In the data below, find each line carrying the string "ICAO" and copy it out.

[Opening Data section]

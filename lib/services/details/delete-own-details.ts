import { and, eq } from "drizzle-orm";
import type { z } from "zod";
import { withTransaction } from "@/db/client";
import { personalDetail } from "@/db/schema";
import { requirePermission } from "@/lib/auth/permission";
import { tripRefInput } from "@/lib/domain/trip/schema";
import type { Context } from "@/lib/services/context/context";
import { parseInput } from "../trips/parse-input";

/** At once and for good. */
export async function deleteOwnDetails({
  ctx,
  input,
}: {
  ctx: Context;
  input: z.input<typeof tripRefInput>;
}): Promise<void> {
  const { tripId } = parseInput(tripRefInput, input);
  await withTransaction(async (tx) => {
    const { personId } = await requirePermission(ctx, tripId, "details.own", tx);
    await tx
      .delete(personalDetail)
      .where(and(eq(personalDetail.personId, personId), eq(personalDetail.tripId, tripId)));
  });
}
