import { requireInRange } from "./constants";
import { itemAt } from "./indexed";
import { BEAUFORT } from "./tables/beaufort";
import { EXPOSURES, type ExposureRow } from "./tables/exposure";
import { WINDBREAK_DISTANCES_H, WINDBREAKS } from "./tables/windbreaks";
import type { ExposureCategory, Gap, Hill, Windbreak, WindAtShelter, WindInput, WindStrength, Working } from "./types";

const EN = "EN 1991-1-4:2005+A1";

/** Specific gas constant of dry air, J/(kg·K) (ICAO Doc 7488/3). */
const GAS_CONSTANT_AIR = 287.053;
const ISA_SEA_LEVEL_TEMPERATURE_K = 288.15;
const ISA_SEA_LEVEL_PRESSURE_PA = 101325;
const ISA_LAPSE_K_PER_M = 0.0065;
const ISA_EXPONENT = 5.25588;
const ZERO_CELSIUS_K = 273.15;

/**
 * Gust factor from the 10-minute mean to the 3-second gust over open land.
 * Source: Harper, Kepert & Ginger (2010), WMO/TD-No. 1555, "in-land" 1.66 (from memory). EN 1991-1-4 gives 1.52 for
 * category II at 10 m and the Durst curve 1.43; the largest of the three is used, so that a mean never understates.
 */
export const GUST_FACTOR_MEAN_TO_GUST = 1.66;

/** ISA temperature, K, at an altitude of −500…11 000 m (ICAO Doc 7488/3). */
export function isaTemperatureK(altitudeM: number): number {
  requireInRange("altitudeM", altitudeM, -500, 11_000);
  return ISA_SEA_LEVEL_TEMPERATURE_K - ISA_LAPSE_K_PER_M * altitudeM;
}

/** ISA pressure, Pa, at an altitude of −500…11 000 m (ICAO Doc 7488/3). */
export function isaPressurePa(altitudeM: number): number {
  return ISA_SEA_LEVEL_PRESSURE_PA * (isaTemperatureK(altitudeM) / ISA_SEA_LEVEL_TEMPERATURE_K) ** ISA_EXPONENT;
}

/**
 * Density of dry air, kg/m³: ISA pressure of the altitude with the given temperature.
 * @param altitudeM −500…11 000 m
 * @param temperatureC −60…60 °C; null takes the ISA temperature of the altitude
 * @throws RangeError outside these ranges. Source: ICAO Doc 7488/3 (ISO 2533), ρ = p/(R·T).
 */
export function airDensityKgM3(altitudeM: number, temperatureC: number | null): number {
  if (temperatureC !== null) requireInRange("temperatureC", temperatureC, -60, 60);
  const temperatureK = temperatureC === null ? isaTemperatureK(altitudeM) : temperatureC + ZERO_CELSIUS_K;
  return isaPressurePa(altitudeM) / (GAS_CONSTANT_AIR * temperatureK);
}

/** Velocity pressure q = ½ρV², Pa (EN 1991-1-4 §4.5, eq. 4.10). */
export function velocityPressurePa(densityKgM3: number, speedMs: number): number {
  return 0.5 * densityKgM3 * speedMs * speedMs;
}
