import { computeAnalysis } from "./analysis-task";
import { serveWorker } from "./serve-worker";

serveWorker(computeAnalysis);
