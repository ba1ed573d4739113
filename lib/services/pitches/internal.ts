import { and, asc, eq } from "drizzle-orm";
import { pitch } from "@/db/schema";
import { buildShelter, shelterKind } from "@/lib/calc/shelter-kinds";
import type { ShelterSpec } from "@/lib/calc/types";
import type { PitchDetails } from "@/lib/domain/shelter/schema";
import { AppError } from "@/lib/errors";
import type { Reader } from "../trips/internal";

export type PitchRow = typeof pitch.$inferSelect;

export async function listPitchRows(reader: Reader, tripId: string): Promise<PitchRow[]> {
  return reader.select().from(pitch).where(eq(pitch.tripId, tripId)).orderBy(asc(pitch.position), asc(pitch.id));
}

export async function loadPitchRow(
  reader: Reader,
  scope: { readonly tripId: string; readonly campId: string; readonly pitchId: string },
): Promise<PitchRow> {
  const [row] = await reader
    .select()
    .from(pitch)
    .where(and(eq(pitch.id, scope.pitchId), eq(pitch.tripId, scope.tripId), eq(pitch.campId, scope.campId)))
    .limit(1);
  if (!row) throw new AppError("not-found", "That shelter is not pitched at this camp.");
  return row;
}

export function toPitchDetails(row: PitchRow): PitchDetails {
  return {
    headingDeg: row.headingDeg,
    patch: row.patch,
    dimensions: row.dimensions,
    lineLengthsM: row.lineLengthsM,
  };
}

/** The shelter's own spec with what this pitch says laid over it. */
export function toPitchSpec(
  spec: ShelterSpec,
  over: { readonly dimensions: PitchDetails["dimensions"]; readonly lineLengthsM: PitchDetails["lineLengthsM"] },
): ShelterSpec {
  return {
    ...spec,
    dimensions: { ...spec.dimensions, ...over.dimensions },
    lineLengthsM: { ...spec.lineLengthsM, ...over.lineLengthsM },
  };
}

/** Only what the kind lets you choose at each pitch, and lines of tie-outs that it has. */
export function keepPitchedParts(spec: ShelterSpec, details: Pick<PitchDetails, "dimensions" | "lineLengthsM">) {
  const pitched = new Set(
    shelterKind(spec.kind)
      .dimensions.filter((one) => one.pitched)
      .map((one) => one.key),
  );
  const tieOuts = listTieOutIds(spec);
  const keep = (values: Readonly<Record<string, number>>, keys: ReadonlySet<string>) =>
    Object.fromEntries(Object.entries(values).filter(([key]) => keys.has(key)));
  return { dimensions: keep(details.dimensions, pitched), lineLengthsM: keep(details.lineLengthsM, tieOuts) };
}

/** Ids of the tie-outs of a shelter; they depend on its kind, not on how it is pitched. */
export function listTieOutIds(spec: ShelterSpec): ReadonlySet<string> {
  return new Set(buildShelter(spec).tieOuts.map((tieOut) => tieOut.id));
}
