import type { z } from "zod";
import { getDb } from "@/db/client";
import { requirePermission } from "@/lib/auth/permission";
import type { EmergencyPlanView } from "@/lib/domain/people-views";
import { tripRefInput } from "@/lib/domain/trip/schema";
import type { Context } from "@/lib/services/context/context";
import { loadTripRow } from "../trips/internal";
import { parseInput } from "../trips/parse-input";
import { loadEmergencyPlan, toEmergencyView } from "./internal";

export async function getEmergencyPlan({
  ctx,
  input,
}: {
  ctx: Context;
  input: z.input<typeof tripRefInput>;
}): Promise<EmergencyPlanView> {
  const { tripId } = parseInput(tripRefInput, input);
  await requirePermission(ctx, tripId, "contacts.read");
  return toEmergencyView(await loadEmergencyPlan(getDb(), tripId), await loadTripRow(getDb(), tripId));
}
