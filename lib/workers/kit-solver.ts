import type { ProgramSolver } from "@/lib/calc/kit/types";

interface OneShotSolver {
  solve(
    problem: string,
    options: { time_limit: number; mip_rel_gap: number; mip_abs_gap: number },
  ): { Status: string; Columns: Record<string, object> };
}

/** Costs are whole numbers, so that a gap below 1 is none. */
const WHOLE_GAP = 0.5;

/** The HiGHS of this thread as the calculation wants it. `secondsEach` limits each program on its own. */
export function toProgramSolver(highs: OneShotSolver, secondsEach: number): ProgramSolver {
  return (program) => {
    const answer = highs.solve(program, { time_limit: secondsEach, mip_rel_gap: 0, mip_abs_gap: WHOLE_GAP });
    if (answer.Status === "Infeasible") return { status: "infeasible", values: null };
    const values = Object.entries(answer.Columns).flatMap(([name, column]) =>
      "Primal" in column && typeof column.Primal === "number" ? [[name, column.Primal] as const] : [],
    );
    const status = answer.Status === "Optimal" ? "optimal" : "stopped";
    const isThere = status === "optimal" || answer.Status === "Time limit reached";
    return { status, values: isThere && values.length > 0 ? Object.fromEntries(values) : null };
  };
}
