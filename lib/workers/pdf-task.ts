import type { PaperDocument } from "@/lib/domain/views";
import { renderPaper, type PaperOptions } from "@/lib/pdf/render";

export interface PdfRequest {
  readonly papers: readonly PaperDocument[];
  readonly options: PaperOptions;
}

export function renderPdf({ papers, options }: PdfRequest): Promise<Uint8Array> {
  return renderPaper(papers, options);
}
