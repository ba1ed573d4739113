import { and, count, eq } from "drizzle-orm";
import type { z } from "zod";
import { withTransaction, type Transaction } from "@/db/client";
import { pitch, placement, sleeper } from "@/db/schema";
import { pitchDeleteInput } from "@/lib/domain/shelter/schema";
import { plural } from "@/lib/format/words";
import { requirePermission } from "@/lib/auth/permission";
import type { Context } from "@/lib/services/context/context";
import { loadCampRow } from "../camps/internal";
import { amendPlacements } from "../plan/internal";
import { loadShelterRow } from "../shelters/internal";
import { recordChange } from "../trips/internal";
import { parseInput } from "../trips/parse-input";
import { requireConfirmed } from "../trips/require-confirmed";
import { loadPitchRow } from "./internal";

async function listPitchDependents(tx: Transaction, tripId: string, pitchId: string): Promise<string[]> {
  const [placed] = await tx
    .select({ count: count() })
    .from(placement)
    .where(and(eq(placement.tripId, tripId), eq(placement.pitchId, pitchId)));
  const [sleeping] = await tx
    .select({ count: count() })
    .from(sleeper)
    .where(and(eq(sleeper.tripId, tripId), eq(sleeper.pitchId, pitchId)));
  const sentences: string[] = [];
  if (placed && placed.count > 0) sentences.push(`Its staking plan has ${plural(placed.count, "anchor")} set.`);
  if (sleeping && sleeping.count > 0) {
    sentences.push(`${plural(sleeping.count, "person sleeps", "people sleep")} in it.`);
  }
  return sentences;
}

/** Takes a shelter down at one camp; its anchors go back to the tray and its sleepers have no place. */
export async function deletePitch({
  ctx,
  input,
}: {
  ctx: Context;
  input: z.input<typeof pitchDeleteInput>;
}): Promise<void> {
  const { tripId, campId, pitchId, confirmed } = parseInput(pitchDeleteInput, input);
  await withTransaction(async (tx) => {
    await requirePermission(ctx, tripId, "shelter.pitch", tx);
    const row = await loadPitchRow(tx, { tripId, campId, pitchId });
    const shelter = await loadShelterRow(tx, tripId, row.shelterId);
    const camp = await loadCampRow(tx, tripId, campId);
    requireConfirmed(confirmed, shelter.name, await listPitchDependents(tx, tripId, pitchId));
    await amendPlacements(tx, ctx, tripId, (one) => (one.pitchId === pitchId ? null : one));
    await tx.delete(pitch).where(and(eq(pitch.id, pitchId), eq(pitch.tripId, tripId), eq(pitch.campId, campId)));
    await recordChange(tx, ctx, {
      tripId,
      action: "delete",
      entity: "pitch",
      entityId: pitchId,
      summary: `${shelter.name} at ${camp.name}`,
      isPrinted: true,
    });
  });
}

[Closing Data section]

Result of the task
/** Specific gas constant of dry air, J/(kg·K) (ICAO Doc 7488/3). */
/** ISA temperature, K, at an altitude of −500…11 000 m (ICAO Doc 7488/3). */
/** ISA pressure, Pa, at an altitude of −500…11 000 m (ICAO Doc 7488/3). */
 * @throws RangeError outside these ranges. Source: ICAO Doc 7488/3 (ISO 2533), ρ = p/(R·T).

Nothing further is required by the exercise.